* **Action item**
Only one stretch of the records below should be repeated. It starts with the line containing "const form = new FormData();" and goes on through the line containing "expect(stored[0]!.pipeRunId).not.toBeNull();", exactly as written.

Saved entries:
_ _ _ _ _

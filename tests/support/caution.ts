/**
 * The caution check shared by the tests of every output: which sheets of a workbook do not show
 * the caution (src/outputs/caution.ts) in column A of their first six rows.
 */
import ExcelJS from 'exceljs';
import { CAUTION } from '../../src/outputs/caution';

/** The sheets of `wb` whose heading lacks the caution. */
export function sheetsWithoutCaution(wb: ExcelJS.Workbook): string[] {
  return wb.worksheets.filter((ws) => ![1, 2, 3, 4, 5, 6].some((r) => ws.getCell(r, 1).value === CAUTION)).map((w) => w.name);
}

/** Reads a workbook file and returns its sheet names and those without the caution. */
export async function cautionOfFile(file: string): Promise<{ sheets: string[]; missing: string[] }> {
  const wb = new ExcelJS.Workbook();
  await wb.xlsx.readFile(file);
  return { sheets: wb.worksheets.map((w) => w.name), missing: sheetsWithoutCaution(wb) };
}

_ _ _ _ _

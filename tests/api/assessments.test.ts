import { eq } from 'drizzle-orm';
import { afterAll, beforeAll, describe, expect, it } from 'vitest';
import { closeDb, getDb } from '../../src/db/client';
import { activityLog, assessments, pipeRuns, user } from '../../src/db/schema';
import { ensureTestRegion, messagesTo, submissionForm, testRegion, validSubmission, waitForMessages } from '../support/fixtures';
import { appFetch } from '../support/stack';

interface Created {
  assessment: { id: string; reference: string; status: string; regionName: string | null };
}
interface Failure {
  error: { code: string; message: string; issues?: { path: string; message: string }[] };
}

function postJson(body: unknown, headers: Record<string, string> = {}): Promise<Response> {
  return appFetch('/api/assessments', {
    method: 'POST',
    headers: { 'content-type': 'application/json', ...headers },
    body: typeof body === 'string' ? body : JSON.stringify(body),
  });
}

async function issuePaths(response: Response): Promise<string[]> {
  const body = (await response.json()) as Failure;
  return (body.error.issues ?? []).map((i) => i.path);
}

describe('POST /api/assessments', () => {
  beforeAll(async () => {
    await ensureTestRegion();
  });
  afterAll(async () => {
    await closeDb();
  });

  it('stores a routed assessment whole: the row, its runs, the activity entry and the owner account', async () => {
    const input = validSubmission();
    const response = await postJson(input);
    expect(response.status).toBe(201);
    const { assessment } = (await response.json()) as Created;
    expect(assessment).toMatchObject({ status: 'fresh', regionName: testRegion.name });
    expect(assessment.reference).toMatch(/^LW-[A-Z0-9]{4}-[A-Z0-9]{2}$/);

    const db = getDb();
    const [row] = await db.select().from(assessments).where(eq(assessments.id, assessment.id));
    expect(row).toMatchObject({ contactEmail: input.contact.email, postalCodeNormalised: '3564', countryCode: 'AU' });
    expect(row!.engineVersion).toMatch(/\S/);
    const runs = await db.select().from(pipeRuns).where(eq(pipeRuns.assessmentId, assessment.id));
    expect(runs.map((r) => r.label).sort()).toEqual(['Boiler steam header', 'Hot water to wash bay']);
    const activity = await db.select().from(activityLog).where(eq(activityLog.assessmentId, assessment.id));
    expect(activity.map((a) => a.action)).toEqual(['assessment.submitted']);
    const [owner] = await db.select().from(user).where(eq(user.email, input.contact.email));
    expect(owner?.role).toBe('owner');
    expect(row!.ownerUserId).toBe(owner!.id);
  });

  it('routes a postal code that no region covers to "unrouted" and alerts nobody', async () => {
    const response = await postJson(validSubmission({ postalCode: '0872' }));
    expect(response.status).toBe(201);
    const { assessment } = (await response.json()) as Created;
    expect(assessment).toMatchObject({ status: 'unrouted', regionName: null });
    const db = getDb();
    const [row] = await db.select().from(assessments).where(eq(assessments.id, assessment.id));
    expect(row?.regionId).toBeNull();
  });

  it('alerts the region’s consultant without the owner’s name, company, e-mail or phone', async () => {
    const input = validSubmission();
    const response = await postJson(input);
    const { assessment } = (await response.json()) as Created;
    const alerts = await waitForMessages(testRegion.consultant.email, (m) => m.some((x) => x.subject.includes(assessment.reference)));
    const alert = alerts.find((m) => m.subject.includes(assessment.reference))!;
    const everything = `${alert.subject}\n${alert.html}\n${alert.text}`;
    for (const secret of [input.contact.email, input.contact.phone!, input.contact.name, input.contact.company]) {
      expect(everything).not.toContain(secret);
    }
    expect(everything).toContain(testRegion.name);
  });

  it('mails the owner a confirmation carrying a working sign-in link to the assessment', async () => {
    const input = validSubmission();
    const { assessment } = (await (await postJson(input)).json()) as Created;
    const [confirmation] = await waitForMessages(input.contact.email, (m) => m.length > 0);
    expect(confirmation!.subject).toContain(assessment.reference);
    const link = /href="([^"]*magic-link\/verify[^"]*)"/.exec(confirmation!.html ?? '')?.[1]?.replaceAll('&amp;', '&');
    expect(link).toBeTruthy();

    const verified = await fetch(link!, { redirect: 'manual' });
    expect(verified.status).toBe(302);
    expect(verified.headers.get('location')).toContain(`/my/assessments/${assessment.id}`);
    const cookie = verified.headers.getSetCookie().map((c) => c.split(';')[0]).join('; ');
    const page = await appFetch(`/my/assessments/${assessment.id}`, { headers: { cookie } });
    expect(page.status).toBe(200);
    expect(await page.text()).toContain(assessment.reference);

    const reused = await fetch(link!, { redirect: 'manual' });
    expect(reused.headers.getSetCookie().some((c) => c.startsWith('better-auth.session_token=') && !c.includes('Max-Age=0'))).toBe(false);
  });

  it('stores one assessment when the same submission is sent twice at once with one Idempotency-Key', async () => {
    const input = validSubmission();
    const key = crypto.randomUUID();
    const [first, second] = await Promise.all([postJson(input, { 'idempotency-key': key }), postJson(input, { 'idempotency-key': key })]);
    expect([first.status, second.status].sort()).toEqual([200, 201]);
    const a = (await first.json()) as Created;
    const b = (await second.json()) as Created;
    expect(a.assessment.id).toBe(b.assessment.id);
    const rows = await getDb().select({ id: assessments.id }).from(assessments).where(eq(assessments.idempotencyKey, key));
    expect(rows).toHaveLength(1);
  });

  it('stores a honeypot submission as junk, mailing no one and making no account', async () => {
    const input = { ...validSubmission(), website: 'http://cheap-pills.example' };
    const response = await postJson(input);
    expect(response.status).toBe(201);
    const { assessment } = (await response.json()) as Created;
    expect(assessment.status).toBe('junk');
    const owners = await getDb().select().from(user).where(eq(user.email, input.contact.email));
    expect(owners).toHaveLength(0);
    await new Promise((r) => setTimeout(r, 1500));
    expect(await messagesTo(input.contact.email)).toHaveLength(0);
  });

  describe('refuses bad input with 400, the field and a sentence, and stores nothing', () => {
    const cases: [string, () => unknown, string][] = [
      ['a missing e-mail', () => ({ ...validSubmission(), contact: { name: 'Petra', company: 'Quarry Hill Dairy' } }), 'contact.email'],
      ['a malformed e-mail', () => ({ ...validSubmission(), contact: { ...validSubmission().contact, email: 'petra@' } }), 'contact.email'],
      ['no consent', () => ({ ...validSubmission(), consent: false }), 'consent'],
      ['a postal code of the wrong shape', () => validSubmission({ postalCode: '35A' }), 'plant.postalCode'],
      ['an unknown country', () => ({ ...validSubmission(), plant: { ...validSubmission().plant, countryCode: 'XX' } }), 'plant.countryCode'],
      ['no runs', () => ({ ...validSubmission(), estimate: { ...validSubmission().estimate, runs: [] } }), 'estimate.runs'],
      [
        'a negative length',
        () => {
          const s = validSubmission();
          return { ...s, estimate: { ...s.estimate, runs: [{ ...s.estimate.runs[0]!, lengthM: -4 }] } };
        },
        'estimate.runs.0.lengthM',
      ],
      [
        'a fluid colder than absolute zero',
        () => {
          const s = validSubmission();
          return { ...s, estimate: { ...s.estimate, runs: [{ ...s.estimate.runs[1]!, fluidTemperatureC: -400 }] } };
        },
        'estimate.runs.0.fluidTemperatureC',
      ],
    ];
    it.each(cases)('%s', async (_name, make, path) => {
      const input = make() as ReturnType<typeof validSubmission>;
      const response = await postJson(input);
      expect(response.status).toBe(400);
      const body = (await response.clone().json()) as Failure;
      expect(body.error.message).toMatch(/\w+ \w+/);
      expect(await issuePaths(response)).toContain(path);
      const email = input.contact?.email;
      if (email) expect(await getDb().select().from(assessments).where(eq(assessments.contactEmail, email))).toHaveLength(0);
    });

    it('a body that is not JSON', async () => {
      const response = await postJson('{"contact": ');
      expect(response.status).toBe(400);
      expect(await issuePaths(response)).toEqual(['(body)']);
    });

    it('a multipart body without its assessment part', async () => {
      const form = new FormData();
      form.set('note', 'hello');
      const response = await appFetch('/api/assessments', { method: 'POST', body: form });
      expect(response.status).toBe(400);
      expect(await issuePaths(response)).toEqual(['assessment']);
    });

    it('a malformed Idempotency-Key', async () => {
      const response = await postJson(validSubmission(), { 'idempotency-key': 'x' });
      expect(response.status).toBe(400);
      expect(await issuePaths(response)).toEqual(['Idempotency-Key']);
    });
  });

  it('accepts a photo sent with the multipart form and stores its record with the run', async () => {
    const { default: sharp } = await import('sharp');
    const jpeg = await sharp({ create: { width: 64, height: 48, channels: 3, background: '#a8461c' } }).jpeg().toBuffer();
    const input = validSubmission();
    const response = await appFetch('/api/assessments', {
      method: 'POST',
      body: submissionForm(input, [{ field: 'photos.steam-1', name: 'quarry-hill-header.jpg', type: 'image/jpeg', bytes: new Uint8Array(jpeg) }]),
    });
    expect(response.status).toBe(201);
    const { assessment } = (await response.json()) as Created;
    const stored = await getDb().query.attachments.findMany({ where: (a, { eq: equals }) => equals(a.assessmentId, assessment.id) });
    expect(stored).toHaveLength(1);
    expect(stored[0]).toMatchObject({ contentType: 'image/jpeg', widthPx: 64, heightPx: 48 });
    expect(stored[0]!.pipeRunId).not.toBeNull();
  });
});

_ _ _ _ _

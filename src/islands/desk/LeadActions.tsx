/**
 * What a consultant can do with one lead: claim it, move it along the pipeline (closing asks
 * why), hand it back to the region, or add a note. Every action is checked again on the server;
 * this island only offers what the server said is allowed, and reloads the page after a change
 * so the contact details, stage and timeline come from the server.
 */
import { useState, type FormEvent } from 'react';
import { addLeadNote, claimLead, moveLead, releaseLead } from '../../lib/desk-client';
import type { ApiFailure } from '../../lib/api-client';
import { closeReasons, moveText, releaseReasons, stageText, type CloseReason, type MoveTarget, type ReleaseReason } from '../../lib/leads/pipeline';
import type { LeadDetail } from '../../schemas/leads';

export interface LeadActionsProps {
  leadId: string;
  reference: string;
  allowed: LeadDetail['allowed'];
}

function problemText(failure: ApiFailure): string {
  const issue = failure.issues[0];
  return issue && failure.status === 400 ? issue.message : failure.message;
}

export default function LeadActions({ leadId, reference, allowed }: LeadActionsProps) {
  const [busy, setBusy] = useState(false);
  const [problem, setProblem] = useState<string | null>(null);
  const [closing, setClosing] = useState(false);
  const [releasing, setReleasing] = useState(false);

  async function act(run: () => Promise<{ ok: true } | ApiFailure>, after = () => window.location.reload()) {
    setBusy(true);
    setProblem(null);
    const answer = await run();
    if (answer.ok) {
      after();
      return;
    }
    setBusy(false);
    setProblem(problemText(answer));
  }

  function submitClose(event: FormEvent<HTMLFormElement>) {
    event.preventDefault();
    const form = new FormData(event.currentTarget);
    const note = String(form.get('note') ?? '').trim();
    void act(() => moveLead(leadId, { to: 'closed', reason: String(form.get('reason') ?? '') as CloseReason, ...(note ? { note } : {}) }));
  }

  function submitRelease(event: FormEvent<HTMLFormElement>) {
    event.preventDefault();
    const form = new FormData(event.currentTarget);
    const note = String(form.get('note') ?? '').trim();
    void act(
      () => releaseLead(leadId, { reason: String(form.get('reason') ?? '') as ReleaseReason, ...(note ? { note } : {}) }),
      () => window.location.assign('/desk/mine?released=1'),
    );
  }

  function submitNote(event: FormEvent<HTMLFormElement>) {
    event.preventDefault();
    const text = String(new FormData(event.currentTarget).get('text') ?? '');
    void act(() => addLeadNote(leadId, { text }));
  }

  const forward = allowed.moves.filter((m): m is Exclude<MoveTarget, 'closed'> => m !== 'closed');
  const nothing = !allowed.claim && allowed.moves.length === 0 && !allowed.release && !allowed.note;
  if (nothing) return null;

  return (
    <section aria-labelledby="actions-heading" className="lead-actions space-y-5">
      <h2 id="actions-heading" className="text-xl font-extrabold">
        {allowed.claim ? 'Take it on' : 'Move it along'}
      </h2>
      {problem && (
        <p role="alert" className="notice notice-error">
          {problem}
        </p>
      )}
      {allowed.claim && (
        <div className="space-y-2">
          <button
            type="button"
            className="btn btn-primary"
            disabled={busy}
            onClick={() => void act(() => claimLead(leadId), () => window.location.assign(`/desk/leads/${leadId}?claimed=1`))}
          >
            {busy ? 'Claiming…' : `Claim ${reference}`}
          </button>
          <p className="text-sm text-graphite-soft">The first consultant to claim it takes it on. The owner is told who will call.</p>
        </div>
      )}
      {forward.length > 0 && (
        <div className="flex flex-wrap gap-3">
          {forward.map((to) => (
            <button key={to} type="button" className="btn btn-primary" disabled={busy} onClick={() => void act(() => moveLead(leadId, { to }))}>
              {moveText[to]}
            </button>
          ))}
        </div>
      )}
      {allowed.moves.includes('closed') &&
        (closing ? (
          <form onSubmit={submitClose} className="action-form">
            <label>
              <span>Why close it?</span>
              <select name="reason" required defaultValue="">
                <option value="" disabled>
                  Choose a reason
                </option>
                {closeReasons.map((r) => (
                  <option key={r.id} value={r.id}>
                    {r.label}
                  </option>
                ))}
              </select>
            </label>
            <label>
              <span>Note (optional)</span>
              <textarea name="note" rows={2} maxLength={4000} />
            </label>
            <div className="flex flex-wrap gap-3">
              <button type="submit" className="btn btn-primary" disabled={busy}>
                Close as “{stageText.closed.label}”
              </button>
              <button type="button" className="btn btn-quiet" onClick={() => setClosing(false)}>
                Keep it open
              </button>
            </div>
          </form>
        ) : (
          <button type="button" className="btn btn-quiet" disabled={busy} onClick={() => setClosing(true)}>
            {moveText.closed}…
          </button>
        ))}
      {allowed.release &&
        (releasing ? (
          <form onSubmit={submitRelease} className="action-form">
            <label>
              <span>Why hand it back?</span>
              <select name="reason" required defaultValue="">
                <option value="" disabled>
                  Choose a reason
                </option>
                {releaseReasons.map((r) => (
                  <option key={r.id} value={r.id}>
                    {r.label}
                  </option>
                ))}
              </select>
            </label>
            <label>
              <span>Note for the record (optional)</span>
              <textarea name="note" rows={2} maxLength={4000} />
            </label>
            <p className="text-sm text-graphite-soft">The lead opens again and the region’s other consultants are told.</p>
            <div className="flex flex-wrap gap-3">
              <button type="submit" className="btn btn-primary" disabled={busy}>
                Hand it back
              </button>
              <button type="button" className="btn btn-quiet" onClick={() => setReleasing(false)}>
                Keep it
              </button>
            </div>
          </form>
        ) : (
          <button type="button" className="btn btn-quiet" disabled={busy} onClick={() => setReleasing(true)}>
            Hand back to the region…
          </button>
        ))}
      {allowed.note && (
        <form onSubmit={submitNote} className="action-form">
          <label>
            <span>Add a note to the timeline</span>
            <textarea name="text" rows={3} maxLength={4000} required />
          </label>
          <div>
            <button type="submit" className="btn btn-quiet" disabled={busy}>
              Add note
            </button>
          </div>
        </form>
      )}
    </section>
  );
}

_ _ _ _ _

* **Worked solution**
      const form = new FormData();
      form.set('note', 'hello');
      const response = await appFetch('/api/assessments', { method: 'POST', body: form });
      expect(response.status).toBe(400);
      expect(await issuePaths(response)).toEqual(['assessment']);
    });

    it('a malformed Idempotency-Key', async () => {
      const response = await postJson(validSubmission(), { 'idempotency-key': 'x' });
      expect(response.status).toBe(400);
      expect(await issuePaths(response)).toEqual(['Idempotency-Key']);
    });
  });

  it('accepts a photo sent with the multipart form and stores its record with the run', async () => {
    const { default: sharp } = await import('sharp');
    const jpeg = await sharp({ create: { width: 64, height: 48, channels: 3, background: '#a8461c' } }).jpeg().toBuffer();
    const input = validSubmission();
    const response = await appFetch('/api/assessments', {
      method: 'POST',
      body: submissionForm(input, [{ field: 'photos.steam-1', name: 'quarry-hill-header.jpg', type: 'image/jpeg', bytes: new Uint8Array(jpeg) }]),
    });
    expect(response.status).toBe(201);
    const { assessment } = (await response.json()) as Created;
    const stored = await getDb().query.attachments.findMany({ where: (a, { eq: equals }) => equals(a.assessmentId, assessment.id) });
    expect(stored).toHaveLength(1);
    expect(stored[0]).toMatchObject({ contentType: 'image/jpeg', widthPx: 64, heightPx: 48 });
    expect(stored[0]!.pipeRunId).not.toBeNull();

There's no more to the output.